[Saved entries]
########
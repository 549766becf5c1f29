import { listed } from './plain.ts';

/** Text as a message quotes it: cut to 40 characters. */
function quoted(text: string): string {
  return `'${text.length > 40 ? `${text.slice(0, 39)}…` : text}'`;
}

/** What is said about a law that cannot be read, straightened or settled. */
export const lawWords = {
  empty: (): string => 'law must be a catalogue name or an equation such as y = a + b*x, but it is empty.',
  tooLong: (length: number, most: number): string =>
    `law must have at most ${most} characters, but it has ${length}.`,
  tooDeep: (position: number): string =>
    `law must not be nested more than 100 deep, but it is at ${position}.`,
  tooManySymbols: (count: number, most: number): string =>
    `law must have at most ${most} constants, but it has ${count}.`,
  character: (character: string, position: number): string =>
    character === ','
      ? `law must use a decimal point and functions of one argument, but there is a comma at ${position}.`
      : `law must be written with names, numbers and + - * / ^ ( ), but there is ${quoted(character)} at ${position}.`,
  badNumber: (text: string, position: number): string =>
    `law must hold numbers that can be computed with, but ${quoted(text)} at ${position} cannot.`,
  unknownFunction: (name: string, position: number, near: readonly string[]): string =>
    `law: unknown function ${quoted(name)} at ${position}: ${near.length > 0 ? `did you mean ${listed(near, 'or')}?` : `write ${name}*( … ) for a product.`}`,
  functionAlone: (name: string, position: number): string =>
    `law: the function ${quoted(name)} at ${position} must be followed by its argument in parentheses.`,
  functionOperand: (name: string, position: number): string =>
    `law: it is not clear where the argument of ${name} ends at ${position}: put it in parentheses.`,
  operand: (found: string, position: number): string =>
    found === ''
      ? `law ends at ${position} where a name, a number or a parenthesis must follow.`
      : `law must have a name, a number or a parenthesis at ${position}, but there is ${quoted(found)}.`,
  operator: (found: string, position: number): string =>
    `law must have an operator between terms, but ${quoted(found)} at ${position} follows without one.`,
  ambiguous: (position: number): string =>
    `law must say what is multiplied: write * or parentheses at ${position}.`,
  unclosed: (position: number, mark: string): string =>
    `law must close the ${quoted(mark)} that stands at ${position}.`,
  unopened: (mark: string, position: number): string =>
    `law must open what it closes, but ${quoted(mark)} at ${position} closes nothing.`,
  noEquals: (): string => "law must be an equation with one '=', but it has none.",
  twoEquals: (position: number): string =>
    `law must be an equation with one '=', but there is another at ${position}.`,
  colon: (position: number): string =>
    `law may have ':' only after a declaration such as v(x): …, but there is one at ${position}.`,
  declaration: (text: string): string =>
    `law must declare two different names, the response and the predictor, as y(x) does, but it starts with ${quoted(text)}.`,
  noPredictor: (response: string): string =>
    `law must name its predictor: write ${response}(…) = … on the left, or use x or t on the right.`,
  noResponse: (): string =>
    'law must name its response and predictor: start it with y(x): … in your own symbols, or use x and y.',
  predictorMissing: (predictor: string): string =>
    `law must depend on its predictor ${predictor}, but ${predictor} does not appear in it.`,
  responseMissing: (response: string): string =>
    `law must depend on its response ${response}, but ${response} does not appear in it.`,
  noUnknowns: (known: readonly string[]): string =>
    known.length === 0
      ? 'law must have a constant that the readings can settle, but it has none.'
      : `law must leave a constant for the readings to settle, but ${known.join(', ')} ${known.length > 1 ? 'are all' : 'is'} known.`,
  unknownLaw: (name: string, near: readonly string[]): string =>
    `law must be a catalogue name or an equation with '=', but it is ${quoted(name)}${near.length > 0 ? `; did you mean ${listed(near, 'or')}?` : '.'}`,
  knownNotThere: (name: string, constants: readonly string[]): string =>
    `known must name constants of the law (${constants.join(', ')}), but ${quoted(name)} is not in it.`,
  knownVariable: (name: string, constants: readonly string[]): string =>
    `known must name constants of the law (${constants.join(', ')}), but ${quoted(name)} is a column of readings.`,
  settledProduct: (combination: string, give: readonly string[]): string =>
    `law: only ${combination} is settled by these readings: give ${listed(give, 'or')} in known.`,
  settledPart: (names: readonly string[], surplus: number): string =>
    `law: the readings settle only combinations of ${listed(names)}: give ${surplus === 1 ? 'one' : surplus} of them in known.`,
  noEffect: (name: string): string =>
    `law: the readings say nothing about ${name}: give it in known or leave it out.`,
  nowhere: (): string =>
    'law must have real values for some readings and constants, but none could be found.',
  notStraight: (unknown: readonly string[], most: number): string =>
    unknown.length > most
      ? `law cannot be drawn as a straight line: it has ${unknown.length} unknown constants (${unknown.join(', ')}), and a line with two trial constants settles at most ${most}; give some of them in known.`
      : `law cannot be drawn as a straight line, not even with trial values for two of ${unknown.join(', ')}; give some of them in known.`,
  noteBothAxes: (response: string): string => `${response} stands on both axes`,
  noteBranch: (): string => 'holds on one branch only',
  noteTrial: (names: readonly string[]): string =>
    `needs ${names.length === 1 ? 'a trial value' : 'trial values'} of ${listed(names)}`,
  noteLinear: (): string => 'linear in all constants: solved directly',
  noteSide: (text: string): string => `on the other side, ${text}`,
  noteSides: (): string => 'all readings on one side',
  noteKnownTerm: (term: 'slope' | 'intercept'): string => `the ${term} is known: a check`,
};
########
■ ASSIGNMENT:
Only lines with the word "leave" are wanted; pull each of them from the records.

■ SOLUTION TO THIS EXERCISE:
      : `law must leave a constant for the readings to settle, but ${known.join(', ')} ${known.length > 1 ? 'are all' : 'is'} known.`,
    `law: the readings say nothing about ${name}: give it in known or leave it out.`,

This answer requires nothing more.